Esperava-se que apresentassem as suas conclusões na conferência de segurança informática Black Hat em Las Vegas, no mês passado, numa sessão intitulada “Você não precisa de ser a NSA para acabar com a Tor: tirar os utilizadores do anonimato com pouco dinheiro”. O evento foi cancelado por “razões legais”.

Num post num blogue oficial, Roger Dingledine, um dos três fundadores da Tor, parecia abalado. Admitiu não ter a mínima ideia de quantos utilizadores perderam o anonimato ou de quanta informação fora recolhida. Mas anunciou um upgrade imediato do sistema que poderia “acabar com a vulnerabilidade específica do protocolo que os atacantes usaram”.

No entanto, mais uma vez, o escrutínio revela que os EUA estão a lançar dois cães atrás da mesma bola. O departamento de Volynkin e McCord, o Software Engineering Institute, recebeu 584 milhões de dólares de financiamento de nada mais nada menos que o Departamento de Defesa — com o objectivo específico de encontrar vulnerabilidades da segurança.

“De um certo ponto de vista, não é de admirar que os Estados Unidos estejam a financiar os dois lados da história”, diz o professor Bill Buchanan, especialista em segurança electrónica da Edinburgh Napier University. “Para começar, eles continuam a ter de monitorizar as ameaças.
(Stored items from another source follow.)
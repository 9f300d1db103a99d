// Package leakcheck fails a test that leaves goroutines behind.
package leakcheck

import (
	"runtime"
	"testing"
	"time"
)

// settle bounds how long goroutines of a finished test may take to end.
const settle = 5 * time.Second

// Check records the number of goroutines now and, when the test ends,
// waits up to a few seconds for it to come back down; it fails the test
// with the stacks of every goroutine if it does not. Call it first in a
// test, so its cleanup runs last. Tests that use it must not run in parallel.
func Check(t testing.TB) {
	t.Helper()
	before := runtime.NumGoroutine()
	t.Cleanup(func() {
		deadline := time.Now().Add(settle)
		for {
			n := runtime.NumGoroutine()
			if n <= before {
				return
			}
			if time.Now().After(deadline) {
				buf := make([]byte, 1<<20)
				buf = buf[:runtime.Stack(buf, true)]
				t.Errorf("%d goroutines left behind (%d before, %d after):\n%s", n-before, before, n, buf)
				return
			}
			time.Sleep(10 * time.Millisecond)
		}
	})
}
E mais importante, querem canais secretos para seu próprio uso. Mas, se é para serem quebrados, preferem que sejam eles a qualquer outra pessoa. É assim que se mantêm na vanguarda da tecnologia.”
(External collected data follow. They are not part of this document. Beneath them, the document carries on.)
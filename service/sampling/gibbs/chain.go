package gibbs

import (
	"fmt"
	"math"
	"sync/atomic"

	"github.com/beliefd/beliefd/service/sampling"
)

// maxStartAttempts bounds the forward draws tried for a starting state.
const maxStartAttempts = 1000

// series is the stored (thinned) draws of one target in one chain: state
// indices as bytes when the target has at most 256 states, else as uint16.
type series struct {
	u8  []uint8
	u16 []uint16
}

func newSeries(card int, capacity int) series {
	if card <= 256 {
		return series{u8: make([]uint8, 0, capacity)}
	}
	return series{u16: make([]uint16, 0, capacity)}
}

func (s *series) len() int {
	if s.u16 != nil {
		return len(s.u16)
	}
	return len(s.u8)
}

func (s *series) at(i int) int {
	if s.u16 != nil {
		return int(s.u16[i])
	}
	return int(s.u8[i])
}

func (s *series) push(v int32) {
	if s.u16 != nil {
		s.u16 = append(s.u16, uint16(v))
	} else {
		s.u8 = append(s.u8, uint8(v))
	}
}

func (s *series) truncate(n int) {
	if s.u16 != nil {
		s.u16 = s.u16[:n]
	} else {
		s.u8 = s.u8[:n]
	}
}

// halve keeps the draws at even positions.
func (s *series) halve() {
	if s.u16 != nil {
		for i := 0; 2*i < len(s.u16); i++ {
			s.u16[i] = s.u16[2*i]
		}
		s.u16 = s.u16[:(len(s.u16)+1)/2]
		return
	}
	for i := 0; 2*i < len(s.u8); i++ {
		s.u8[i] = s.u8[2*i]
	}
	s.u8 = s.u8[:(len(s.u8)+1)/2]
}

// chain is one Gibbs chain with its statistics. Statistics of a segment in
// progress are pending until commit, so that an interrupted segment can be
// dropped and the chain's statistics stay at a round boundary.
type chain struct {
	p   *plan
	rng sampling.Rand
	x   []int32 // current state of every variable (relevant ones only)
	row []int32 // current table row of every relevant variable
	buf []float64
	lbf []float64

	sweeps int64 // committed sweeps, burn-in included
	kept   int64 // committed kept sweeps
	stride int64 // stored draws are the kept sweeps k with k % stride == 0
	counts []int64
	// pending statistics of the running segment
	pendSweeps int64
	pendKept   int64
	delta      []int64
	store      []series // per target; zero value for observed targets
	storeLen   int      // committed stored length
	storeCap   int
}

func newChain(p *plan, storeCap, initCap int) *chain {
	n := len(p.net.Vars)
	c := &chain{
		p: p, x: make([]int32, n), row: make([]int32, n),
		buf: make([]float64, p.maxCard), lbf: make([]float64, p.maxCard),
		stride: 1, counts: make([]int64, p.nState), delta: make([]int64, p.nState),
		store: make([]series, len(p.targets)), storeCap: storeCap,
	}
	for i, t := range p.targets {
		if p.hard[t] < 0 {
			c.store[i] = newSeries(int(p.card[t]), initCap)
		}
	}
	return c
}

// start draws the starting state: a likelihood-weighted forward draw
// (observed variables clamped, soft-evidence variables drawn from their
// table row times the likelihood) with positive weight.
func (c *chain) start() error {
	for attempt := 0; attempt < maxStartAttempts; attempt++ {
		if c.forward() {
			return nil
		}
	}
	return fmt.Errorf("gibbs: %w: %d forward draws found no state with positive probability given the evidence; the evidence may be impossible (check it with exact inference)",
		ErrImpossibleEvidence, maxStartAttempts)
}

func (c *chain) forward() bool {
	p := c.p
	for _, v32 := range p.order {
		v := int(v32)
		r := 0
		for j := p.parStart[v]; j < p.parStart[v+1]; j++ {
			r += int(c.x[p.parVar[j]]) * int(p.parStride[j])
		}
		c.row[v] = int32(r)
		card := int(p.card[v])
		tab := p.cpt[p.cptOff[v]+r*card : p.cptOff[v]+(r+1)*card]
		if h := p.hard[v]; h >= 0 {
			if !(tab[h] > 0) {
				return false
			}
			c.x[v] = h
			continue
		}
		w := c.buf[:card]
		copy(w, tab)
		if lik := p.soft[v]; lik != nil {
			for k := range w {
				w[k] *= lik[k]
			}
		}
		k, ok := draw(&c.rng, w)
		if !ok {
			return false
		}
		c.x[v] = int32(k)
	}
	return true
}

// draw picks an index with probability proportional to w; ok is false when
// the weights do not have a positive finite sum.
func draw(rng *sampling.Rand, w []float64) (int, bool) {
	sum := 0.0
	for _, v := range w {
		sum += v
	}
	if !(sum > 0) || math.IsInf(sum, 0) {
		return 0, false
	}
	u := rng.Float64() * sum
	k, acc := 0, w[0]
	for acc <= u && k < len(w)-1 {
		k++
		acc += w[k]
	}
	for w[k] <= 0 && k > 0 { // u rounded up to the sum: take the last positive weight
		k--
	}
	return k, true
}

// sweep updates every free variable once, in topological order, from its
// full conditional P(X | pa(X)) · Π_children P(child | pa(child)) · soft(X).
func (c *chain) sweep() {
	p := c.p
	x, row, cpt, links := c.x, c.row, p.cpt, p.links
	for i := range p.scan {
		sv := &p.scan[i]
		v := int(sv.v)
		card := int(sv.card)
		xv := int(x[v])
		lk := links[sv.ls:sv.le]
		var k int
		if card == 2 {
			off := sv.off + 2*int(row[v])
			w0, w1 := cpt[off], cpt[off+1]
			for j := range lk {
				l := &lk[j]
				base := l.off + (int(row[l.c])-xv*int(l.stride))*int(l.card) + int(x[l.c])
				w0 *= cpt[base]
				w1 *= cpt[base+l.step]
			}
			if sv.soft != nil {
				w0 *= sv.soft[0]
				w1 *= sv.soft[1]
			}
			sum := w0 + w1
			switch {
			case sum > 0 && sum <= math.MaxFloat64:
				if c.rng.Float64()*sum >= w0 && w1 > 0 {
					k = 1
				}
			default:
				k = c.drawLog(v)
			}
		} else {
			w := c.buf[:card]
			off := sv.off + int(row[v])*card
			copy(w, cpt[off:off+card])
			for j := range lk {
				l := &lk[j]
				base := l.off + (int(row[l.c])-xv*int(l.stride))*int(l.card) + int(x[l.c])
				for s := range w {
					w[s] *= cpt[base+s*l.step]
				}
			}
			if sv.soft != nil {
				for s := range w {
					w[s] *= sv.soft[s]
				}
			}
			var ok bool
			if k, ok = draw(&c.rng, w); !ok {
				k = c.drawLog(v)
			}
		}
		if k != xv {
			x[v] = int32(k)
			d := int32(k - xv)
			for j := range lk {
				row[lk[j].c] += d * lk[j].stride
			}
		}
	}
}

// drawLog redoes the conditional of v in log space, for the rare case where
// the product of many small factors underflows.
func (c *chain) drawLog(v int) int {
	p := c.p
	card := int(p.card[v])
	lw := c.lbf[:card]
	off := p.cptOff[v] + int(c.row[v])*card
	for k := range lw {
		lw[k] = math.Log(p.cpt[off+k])
	}
	xv := int(c.x[v])
	for j := p.chStart[v]; j < p.chStart[v+1]; j++ {
		ch := int(p.chVar[j])
		s := int(p.chStride[j])
		cc := int(p.card[ch])
		base := p.cptOff[ch] + (int(c.row[ch])-xv*s)*cc + int(c.x[ch])
		for k := range lw {
			lw[k] += math.Log(p.cpt[base+k*s*cc])
		}
	}
	if lik := p.soft[v]; lik != nil {
		for k := range lw {
			lw[k] += math.Log(lik[k])
		}
	}
	top := math.Inf(-1)
	for _, l := range lw {
		top = math.Max(top, l)
	}
	w := c.buf[:card]
	for k, l := range lw {
		w[k] = math.Exp(l - top)
	}
	k, ok := draw(&c.rng, w)
	if !ok {
		return xv // cannot happen once checkSupport passed; stay put
	}
	return k
}

// runSegment runs sweeps [from, to) of the chain; sweeps at or after burnIn
// are kept. It returns false when abort was raised before the end.
func (c *chain) runSegment(from, to, burnIn int64, abort *atomic.Bool) bool {
	p := c.p
	for s := from; s < to; s++ {
		if abort.Load() {
			return false
		}
		c.sweep()
		c.pendSweeps++
		if s < burnIn {
			continue
		}
		k := c.kept + c.pendKept
		c.pendKept++
		storeIt := k%c.stride == 0
		for i, t := range p.targets {
			if p.hard[t] >= 0 {
				continue
			}
			st := c.x[t]
			c.delta[p.tOff[i]+int(st)]++
			if storeIt {
				c.store[i].push(st)
			}
		}
	}
	return true
}

// commit adds the segment's statistics to the chain's and thins the stored
// draws when they exceed the cap.
func (c *chain) commit() {
	for i, d := range c.delta {
		c.counts[i] += d
		c.delta[i] = 0
	}
	c.sweeps += c.pendSweeps
	c.kept += c.pendKept
	c.pendSweeps, c.pendKept = 0, 0
	l := 0
	for i := range c.store {
		if c.p.hard[c.p.targets[i]] < 0 {
			l = c.store[i].len()
		}
	}
	for l > c.storeCap {
		for i := range c.store {
			if c.p.hard[c.p.targets[i]] < 0 {
				c.store[i].halve()
			}
		}
		l = (l + 1) / 2
		c.stride *= 2
	}
	c.storeLen = l
}

// rollback drops the statistics of an interrupted segment.
func (c *chain) rollback() {
	for i := range c.delta {
		c.delta[i] = 0
	}
	c.pendSweeps, c.pendKept = 0, 0
	for i := range c.store {
		if c.p.hard[c.p.targets[i]] < 0 {
			c.store[i].truncate(c.storeLen)
		}
	}
}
Em última análise, diz, o desenvolvimento da Tor é a história da maturidade da era digital. “A Internet já está crescida. Não conhece fronteiras e é difícil impedir o que quer que seja”, continua. “Todos nós fomos ficando desiludidos quanto à pura democratização da informação e da tecnologia. Está a reflectir a vida mais de perto, com as suas luzes e as suas sombras.”
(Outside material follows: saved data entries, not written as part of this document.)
package gibbs

import (
	"math/rand/v2"
	"testing"

	"github.com/beliefd/beliefd/service/internal/testnets"
	"github.com/beliefd/beliefd/service/model"
	"gonum.org/v1/gonum/stat/distuv"
)

// enumerate computes exact posterior marginals of the targets by summing
// the joint P(x) · Π soft(x) over every configuration that agrees with the
// hard evidence (brute-force enumeration, the definition of the posterior).
// It also returns P(evidence) including the soft likelihoods.
func enumerate(t *testing.T, net *model.Network, ev *model.Evidence, targets []int) ([][]float64, float64) {
	t.Helper()
	n := len(net.Vars)
	size := 1
	for v := range net.Vars {
		size *= net.Vars[v].Card()
		if size > 1<<22 {
			t.Fatalf("enumerate: model too large for brute force")
		}
	}
	out := make([][]float64, len(targets))
	for i, tv := range targets {
		out[i] = make([]float64, net.Vars[tv].Card())
	}
	x := make([]int, n)
	total := 0.0
	for {
		ok := true
		for v := 0; v < n; v++ {
			if ev != nil && ev.Hard[v] >= 0 && x[v] != ev.Hard[v] {
				ok = false
				break
			}
		}
		if ok {
			w := 1.0
			for v := 0; v < n && w > 0; v++ {
				nd := &net.Vars[v]
				r := 0
				for j, q := range nd.Parents {
					r += x[q] * nd.Strides[j]
				}
				w *= nd.CPT[r*nd.Card()+x[v]]
				if ev != nil && ev.Soft[v] != nil {
					w *= ev.Soft[v][x[v]]
				}
			}
			total += w
			for i, tv := range targets {
				out[i][x[tv]] += w
			}
		}
		// next configuration (mixed radix, variable 0 fastest)
		v := 0
		for v < n {
			x[v]++
			if x[v] < net.Vars[v].Card() {
				break
			}
			x[v] = 0
			v++
		}
		if v == n {
			break
		}
	}
	for i := range out {
		for s := range out[i] {
			out[i][s] /= total
		}
	}
	return out, total
}

// nearGateChestClinic is the chest-clinic network with the deterministic
// "either = tub OR lung" gate replaced by a nearly deterministic table:
// P(either = yes | tub, lung) = 0.001 when both are "no", else 0.999.
func nearGateChestClinic() *model.Network {
	doc := testnets.ChestClinic()
	for i := range doc.Variables {
		if doc.Variables[i].Name == "either" {
			doc.Variables[i].Gate = nil
			// rows: (tub, lung) = (no,no), (no,yes), (yes,no), (yes,yes)
			doc.Variables[i].Table = [][]float64{{0.999, 0.001}, {0.001, 0.999}, {0.001, 0.999}, {0.001, 0.999}}
		}
	}
	return testnets.MustCompile(doc)
}

func randomNet(seed uint64, vars, maxParents, maxStates int) *model.Network {
	rng := rand.New(rand.NewPCG(seed, 0x5eed))
	return testnets.MustCompile(testnets.Random(rng, testnets.RandomOptions{Vars: vars, MaxParents: maxParents, MaxStates: maxStates}))
}

func mustIndex(t *testing.T, net *model.Network, name string) int {
	t.Helper()
	v, ok := net.Index(name)
	if !ok {
		t.Fatalf("no variable %q", name)
	}
	return v
}

// twoSidedZ is the standard normal quantile leaving alpha/2 in each tail
// (gonum's normal quantile, independent of the package's own).
func twoSidedZ(alpha float64) float64 {
	return distuv.UnitNormal.Quantile(1 - alpha/2)
}

// binomialBand returns [lo, hi] such that a Binomial(n, p) count falls
// below lo, or above hi, with probability at most alpha/2 each.
func binomialBand(n int, p, alpha float64) (int, int) {
	b := distuv.Binomial{N: float64(n), P: p}
	lo := 0
	for k := 0; k <= n; k++ {
		if b.CDF(float64(k)) > alpha/2 { // P(X <= k) > alpha/2: k is the smallest allowed
			lo = k
			break
		}
	}
	hi := n
	for k := n; k >= 0; k-- {
		if 1-b.CDF(float64(k-1)) > alpha/2 { // P(X >= k) > alpha/2
			hi = k
			break
		}
	}
	return lo, hi
}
Uma coisa é certa: na sexta-feira de 13 de Agosto de 2004, quando Sylverson e os colegas pisaram o palco em San Diego, não poderiam imaginar aquilo que estavam a trazer ao mundo. “Quando se cria uma coisa que se pensa ser útil, espera-se que as pessoas o usem”, diz Sylverson. “Mas nunca teríamos conseguido prever a trajectória e a escala” em que está a ser usada.